ELECTRONIC HOUSE CALL - June 18, 2004
Last week I shared a report that suggested
that diners would be willing to eat at off-peak times in exchange for discount
incentives. I thought that a value-added offer was preferable to discounting because
it maintained the integrity of your menu prices. In either case, moving prime
time business to off-peak times is a great way to increase your occupancy.
Hotels know their occupancy every day, but it is not a number that many restaurants
track. That being the case, let me introduce the concept and see if it turns on
any lights for you. At the least, make the calculation at least once, if only
out of curiosity. You may be shocked!
What's Your Occupancy?
That may be a strange question ... but it is an interesting way to think about
your business potential. To illustrate, consider a 120-seat restaurant serving
lunch and dinner from 11:00am until 10:00pm. On an average day, they do 200 lunches
and 200 dinners. That sounds pretty good -- and it is certainly respectable --
but let's look at it again from the aspect of occupancy. What percentage of time
is there a guest actually sitting in each chair in the dining room?
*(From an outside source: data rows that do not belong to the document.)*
double coupled_reduced_moment_amu_A2(const std::vector<Atom>& atoms, int atom_a, int atom_b,
                                     const std::vector<int>& top_a) {
  const Eigen::Vector3d origin = atoms[static_cast<std::size_t>(atom_a)].position_angstrom;
  const Eigen::Vector3d axis =
      (atoms[static_cast<std::size_t>(atom_b)].position_angstrom - origin).normalized();
  double M = 0.0;
  Eigen::Vector3d centre = Eigen::Vector3d::Zero();
  for (const Atom& a : atoms) {
    M += a.mass_amu;
    centre += a.mass_amu * a.position_angstrom;
  }
  centre /= M;
  Eigen::Matrix3d inertia = Eigen::Matrix3d::Zero();
  for (const Atom& a : atoms) {
    const Eigen::Vector3d r = a.position_angstrom - centre;
    inertia += a.mass_amu * (r.squaredNorm() * Eigen::Matrix3d::Identity() - r * r.transpose());
  }
  double A = 0.0;
  Eigen::Vector3d momentum = Eigen::Vector3d::Zero(), angular = Eigen::Vector3d::Zero();
  for (int i : top_a) {
    const Atom& a = atoms[static_cast<std::size_t>(i)];
    const Eigen::Vector3d u = axis.cross(a.position_angstrom - origin);  // velocity per unit dφ/dt
    A += a.mass_amu * u.squaredNorm();
    momentum += a.mass_amu * u;
    angular += a.mass_amu * (a.position_angstrom - centre).cross(u);
  }
  // Lᵀ I⁻¹ L over the principal axes; a vanishing principal moment (a linear frame) carries
  // no rotation to couple to.
  const Eigen::SelfAdjointEigenSolver<Eigen::Matrix3d> principal(inertia);
  const double largest = principal.eigenvalues().maxCoeff();
  double coupling = 0.0;
  for (int k = 0; k < 3; ++k)
    if (principal.eigenvalues()(k) > 1e-10 * largest)
      coupling += std::pow(principal.eigenvectors().col(k).dot(angular), 2) / principal.eigenvalues()(k);
  const double I_red = A - momentum.squaredNorm() / M - coupling;
  return I_red > 1e-12 * A ? I_red : 0.0;
}

// LAPACK (Debian's liblapack): eigenvalues of a symmetric tridiagonal matrix by the
// Pal–Walker–Kahan root-free QR, ascending in d; info ≠ 0 when it did not converge.
extern "C" void dsterf_(const int* n, double* d, double* e, int* info);

namespace {

int potential_period(const TorsionPotential& v) {
  int g = 0;
  for (std::size_t k = 1; k < v.cos_J_per_mol.size(); ++k)
    if (v.cos_J_per_mol[k] != 0.0 || v.sin_J_per_mol[k] != 0.0) g = std::gcd(g, static_cast<int>(k));
  return g == 0 ? 1 : g;
}

}  // namespace

namespace {

double rotational_constant_J_per_mol(double reduced_moment_amu_A2) {
  const double I_kg_m2 = reduced_moment_amu_A2 * c::atomic_mass_constant_kg * c::angstrom_m * c::angstrom_m;
  const double hbar = c::planck_J_s / (2.0 * c::pi);
  return hbar * hbar / (2.0 * I_kg_m2) * c::avogadro_per_mol;
}

// Several cosine terms or any sine term: the blocks need a dense solver.
bool needs_dense_solver(const TorsionPotential& v) {
  int cosine_terms = 0;
  for (std::size_t k = 1; k < v.cos_J_per_mol.size(); ++k) {
    if (v.sin_J_per_mol[k] != 0.0) return true;
    cosine_terms += v.cos_J_per_mol[k] != 0.0 ? 1 : 0;
  }
  return cosine_terms > 1;
}

// max V − min V: 2 |c_k| for one cosine term (a barrier), else sampled every 0.05°.
double potential_range_J_per_mol(const TorsionPotential& v) {
  if (!needs_dense_solver(v)) {
    double range = 0.0;
    for (std::size_t k = 1; k < v.cos_J_per_mol.size(); ++k) range += 2.0 * std::abs(v.cos_J_per_mol[k]);
    return range;
  }
  double v_max = v.value_J_per_mol(0.0);
  for (int i = 1; i < 7200; ++i) v_max = std::max(v_max, v.value_J_per_mol(2.0 * c::pi * i / 7200.0));
  return v_max - v.minimum_J_per_mol();
}

// Weight of the highest level relative to the level sum at T (levels from the ground, 0).
double top_level_weight(const std::vector<double>& energies_J_per_mol, double T_K) {
  const double RT = c::gas_constant_J_per_mol_K * T_K;
  double q = 0.0;
  for (double e : energies_J_per_mol) q += std::exp(-e / RT);
  return std::exp(-energies_J_per_mol.back() / RT) / q;
}

}  // namespace

TorsionLevels torsion_levels(double reduced_moment_amu_A2, const TorsionPotential& potential,
                             double max_temperature_K, const SourceLocation& where, std::string_view rotor) {
  const double B = rotational_constant_J_per_mol(reduced_moment_amu_A2);
  const double range = potential_range_J_per_mol(potential);
  const double RT = c::gas_constant_J_per_mol_K * max_temperature_K;
  // First guess: free-rotor levels B m² reach the potential's range plus 40 RT_max; the
  // check after diagonalising decides. Clamped as a double: no overflow converting to int.
  const double wanted = std::ceil(std::sqrt((range + 40.0 * RT) / B));
  int M = static_cast<int>(std::clamp(std::isfinite(wanted) ? wanted : double(max_rotor_basis_m), 20.0,
                                      double(max_rotor_basis_m)));
  // With a dense solver the cap is on the block size, (2M + 1)/g functions.
  const int g = potential_period(potential);
  const int cap = needs_dense_solver(potential)
                      ? std::min(max_rotor_basis_m, (max_rotor_dense_block * g - 1) / 2)
                      : max_rotor_basis_m;
  // A first estimate beyond twice the cap cannot converge within it: no diagonalisation
  // (a heavy top's blocks are the slowest to diagonalise).
  const bool hopeless = !(wanted <= 2.0 * cap);
  M = std::min(M, cap);
  for (;;) {
    if (!hopeless) {
      TorsionLevels levels = torsion_levels_in_basis(reduced_moment_amu_A2, potential, M);
      levels.max_temperature_K = max_temperature_K;
      if (top_level_weight(levels.energies_J_per_mol, max_temperature_K) < rotor_top_level_weight)
        return levels;
    }
    if (hopeless || M >= cap)
      fail(where, fmt::format("{}: the level sum at {:g} K is not converged in the largest basis |m| <= {} "
                              "(reduced moment {:g} amu A^2), expected a lower highest temperature or a "
                              "lighter top",
                              rotor, max_temperature_K, cap, reduced_moment_amu_A2));
    M = std::min(cap, M + M / 2);
  }
}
If the average lunch patron takes 45 minutes to eat, those 200 lunches represent
150 seat-hours (200 meals at ¾ hour each) ... and if the typical evening
meal lasts 90 minutes, the 200 dinners equate to 300 seat-hours (200 meals at
1½ hours each) ... so the restaurant has a total of 500 seat-hours of demand.
The maximum available occupancy is 1320 seat-hours (120 seats x 11 hours a day
of operation), so their occupancy is just under 38%. The restaurant, although
comfortably busy, is only using a little better than a third of its possible capacity.
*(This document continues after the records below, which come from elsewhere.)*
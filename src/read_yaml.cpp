// The YAML species reader (design.md section 4): checks form and units and converts to
// the Species model; physics checks (mode counts, rotor type) belong to the engine.
#include "vibtherm/read_yaml.hpp"

#include <fmt/format.h>
#include <yaml-cpp/yaml.h>

#include <algorithm>
#include <cctype>
#include <cmath>
#include <filesystem>
#include <set>

#include "vibtherm/constants.hpp"
#include "vibtherm/elements.hpp"
#include "vibtherm/hindered_rotor.hpp"
#include "vibtherm/limits.hpp"
#include "vibtherm/read_species.hpp"
#include "vibtherm/species_builder.hpp"
#include "vibtherm/spelling.hpp"
#include "vibtherm/units.hpp"
#include "yaml_species_parts.hpp"

namespace vibtherm {
namespace {

// ---------------------------------------------------------------------------------------
// YAML

const std::vector<std::string> yaml_keys = {"name",
                                            "atoms",
                                            "frequencies",
                                            "symmetry_number",
                                            "spin_multiplicity",
                                            "electronic_levels",
                                            "enthalpy_of_formation",
                                            "phase",
                                            "transition_state",
                                            "isotopes",
                                            "mass",
                                            "rotational_constants",
                                            "moments_of_inertia",
                                            "linear",
                                            "formula",
                                            "hindered_rotors",
                                            "hessian",
                                            "hessian_unit",
                                            "low_frequency",
                                            "scale",
                                            "tunnelling",
                                            "conformers",
                                            "conformer_energies",
                                            "surface_site",
                                            "electronic_energy",
                                            "method",
                                            "bonds",
                                            "from",
                                            "charge"};

// Keys that would redefine what a `from:` file gives (its geometry and force field).
const std::vector<std::string> not_with_from = {"atoms",
                                                "hessian",
                                                "hessian_unit",
                                                "mass",
                                                "rotational_constants",
                                                "moments_of_inertia",
                                                "linear",
                                                "formula",
                                                "conformers",
                                                "conformer_energies"};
I do not mean to suggest that 400 meals a day is some sort of failure in a 120-seat
restaurant, but I think many operators would look at that pace of lunch and dinner
business and feel they are doing about as good as they can. I mean, nearly two
turns at lunch is really quite decent! But by tracking occupancy, you will discover
how much room there is for improvement ... and that knowledge should start your
marketing wheels turning to find a way to fill those empty seats. In the weeks
ahead, I will explore some different ideas on what you can do to increase your
occupancy.
Reducing Overtime
Many operators unwittingly create overtime for themselves just by the way they
structure their work weeks. In most restaurants, the pay week runs from Monday
to Sunday. Friday and Saturday are the busiest nights.
If you are heavy on hours by the time you get to Friday you are dead. You cannot
reduce labor on the weekend because you need everybody you can find to handle
the crowd, so you are forced into scheduling overtime.
The solution is to change your pay week. If your pay week started on Thursday
or Friday, you would get your busiest period out of the way in the early part
of the week when you have plenty of slack on hours. If you were over on labor
after the weekend, you could more easily trim hours on the slower midweek days
without as much risk of reducing the level of service to the guests.
The Perpetual Question
What did you learn from your staff today?